Мы раскланялись и покинули квартиру графини.
На следующий день мы обзвонили несколько антикварных магазинов. В одном из них весь наш товар с удовольствием купили оптом. Сумма, которую нам заплатили, в десять раз превышала ту, что предлагал усыпанный перхотью дворянин, плюс к этому сотрудники магазина не пытались грузить нас высокими идеями о судьбе России. Барыги оказались честнее аристократов. В десять раз, если оценивать в деньгах.
Таким образом на нас свалилась куча денег, мы даже не ожидали, что будет так много. Что делать-то с ними? Ни у меня, ни у Македона никогда не было такого богатства. Оба мы из довольно небогатых семей. Как тратить деньжищи? Ну купили мы осетрины копченой, икры полкило, вина коллекционного. Сожрали рыбные деликатесы, вином запили. Только радости от этого не было никакой. У нас возникло такое чувство, как будто нас обманули, обидно стало: мы думали, что вот, появятся деньги — и мы станем счастливыми людьми, а на деле оказалось, что деньги не принесли нам никакого удовлетворения. Это и есть что ли богатая жизнь? Нет, чувствуем — что-то неправильно мы делаем. Тогда решили мы распорядиться деньгами по-другому. Из большей части нашего капитала мы сделали «общак», который в дальнейшем будет использоваться для развития бизнеса.

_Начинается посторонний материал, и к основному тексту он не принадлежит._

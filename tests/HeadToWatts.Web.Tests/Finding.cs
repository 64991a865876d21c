using AngleSharp.Dom;
using Bunit;
using Microsoft.AspNetCore.Components;

namespace HeadToWatts.Web.Tests;

/// <summary>Finds fields the way a user does: by their label.</summary>
internal static class Finding
{
    public static IElement FindByLabel<T>(this IRenderedComponent<T> page, string label)
        where T : IComponent
    {
        // A run may be under way from the entry before; its redraw brings the field.
        page.WaitForState(() => Labels(page, label).Count > 0, TimeSpan.FromSeconds(10));
        var found = Labels(page, label);
        Assert.True(found.Count == 1, $"{found.Count} labels read '{label}'. There are: {string.Join(" | ", page.FindAll("label").Select(l => l.TextContent.Trim()))}");
        var id = found[0].GetAttribute("for");
        return id is null ? found[0].QuerySelector("input,select,textarea")! : page.Find("#" + id);
    }

    private static List<IElement> Labels<T>(IRenderedComponent<T> page, string label)
        where T : IComponent =>
        [.. page.FindAll("label").Where(l => l.TextContent.Trim() == label)];

    /// <summary>Presses the button of a name. A redraw between finding and pressing gives the button another handler, so it is then found anew.</summary>
    public static void Press<T>(this IRenderedComponent<T> page, string name)
        where T : Microsoft.AspNetCore.Components.IComponent
    {
        page.WaitForState(() => page.FindAll("button").Any(b => b.TextContent.Trim() == name), TimeSpan.FromSeconds(10));
        page.InvokeAsync(() => page.FindAll("button").Single(b => b.TextContent.Trim() == name).Click()).Wait(TimeSpan.FromSeconds(10));
    }
}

Оставшуюся сумму позволили себе прогулять, но так, чтобы это было интересно. Македон остался в Питере, а я купил два билета до Симферополя и поехал на неделю с Ингой в Крым. У моих родителей там были знакомые, сдающие комнату в самом сердце Никитского ботанического сада, под Ялтой. Туда мы и отправились.
Теплое ласковое море, спелые фрукты, крепкое масандровское вино… Неделя в этом райском месте пролетела как одно мгновение.

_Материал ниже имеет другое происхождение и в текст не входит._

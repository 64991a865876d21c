using Bunit;
using HeadToWatts.Files.Demonstrations;
using HeadToWatts.Files.StudyFiles;
using HeadToWatts.Storage;
using HeadToWatts.Web.Pages;
using HeadToWatts.Web.Sessions;
using Microsoft.AspNetCore.Components;
using Microsoft.Data.Sqlite;
using Microsoft.Extensions.DependencyInjection;
using Microsoft.Extensions.Logging;
using Microsoft.Extensions.Logging.Abstractions;
using Radzen;

namespace HeadToWatts.Web.Tests;

/// <summary>A visitor with a store of his own, in which a demonstration study lies.</summary>
public abstract class Visitor : BunitContext
{
    private readonly string _folder = Path.Combine(Path.GetTempPath(), "headtowatts-" + Guid.NewGuid().ToString("N"));

    protected Visitor()
    {
        Store = StudyStore.Open(_folder);
        JSInterop.Mode = JSRuntimeMode.Loose;
        Services.AddSingleton(Store);
        Services.AddSingleton(TimeProvider.System);
        Services.AddSingleton<ILogger<StudySession>>(NullLogger<StudySession>.Instance);
        Services.AddScoped<StudySession>();
        Services.AddRadzenComponents();
        SetRendererInfo(new RendererInfo("Server", true));
    }

    protected StudyStore Store { get; }

    protected StudySession Session => Services.GetRequiredService<StudySession>();

    protected StudyDocument Document => Session.Document;

    /// <summary>Puts a demonstration study into the store.</summary>
    protected Guid Put(string demo, Action<StudyDocument>? change = null)
    {
        var document = DemoSites.All.Single(s => s.Id == demo).Load();
        change?.Invoke(document);
        return Store.Add(document.Name!, StudyFileWriter.Write(document)).Id;
    }

    /// <summary>Opens a stage of a study and waits for its first result.</summary>
    protected IRenderedComponent<StudyPage> Open(Guid id, string stage)
    {
        var page = Render<StudyPage>(p => p.Add(s => s.Id, id).Add(s => s.Stage, stage));
        page.WaitForAssertion(() => Assert.NotNull(Session.Result), TimeSpan.FromSeconds(20));
        return page;
    }

    /// <summary>A figure of the answer as the visitor reads it.</summary>
    protected static string Figure<T>(IRenderedComponent<T> page, string label)
        where T : IComponent =>
        page.FindAll(".fig").Single(f => f.QuerySelector(".k")!.TextContent == label).QuerySelector(".v")!.TextContent.Trim();

    protected override void Dispose(bool disposing)
    {
        if (disposing && Session.Keeper is { } keeper)
            Assert.True(keeper.SavedAsync().Wait(TimeSpan.FromSeconds(10)), "The last change was not stored.");
        base.Dispose(disposing);
        if (!disposing || !Directory.Exists(_folder))
            return;
        SqliteConnection.ClearAllPools();
        Directory.Delete(_folder, recursive: true);
    }
}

В последний день отдыха я зашел в цветочный магазин, торгующий растениями из коллекции ботанического сада. Кроме всего прочего там были выставлены кактусы различных сортов. Они, эти колючие красавцы, словно заколдовали меня необычностью форм и окрасок. Я купил сорок штук. Все разные. Стоили растения недорого. Молоденькие продавщицы аккуратно уложили их в картонную коробку, запечатали, и я повез эту красоту домой, в холодный, бессолнечный город. Зимой они будут напоминать мне о лете.
По приезде в Питер я первым делом связался с Македоном. Он, как и я, промотал свою часть антикварной прибыли, «общак», естественно, остался неприкосновенным. Урмац уже скучал без дела и с нетерпением ожидал моего возвращения. Я отвез кактусы к родителям. У Инги в комнате для них не было места. С маманей мы живописно расположили растения на подоконнике, квартира сразу заметно похорошела. Довольный, я поехал в общагу. Македон сидел у Инги в комнате. Привезенный из Крыма марочный портвейн они уже открыли. Сидят, пьют. Инга взахлеб рассказывает Урмацу о нашем отдыхе.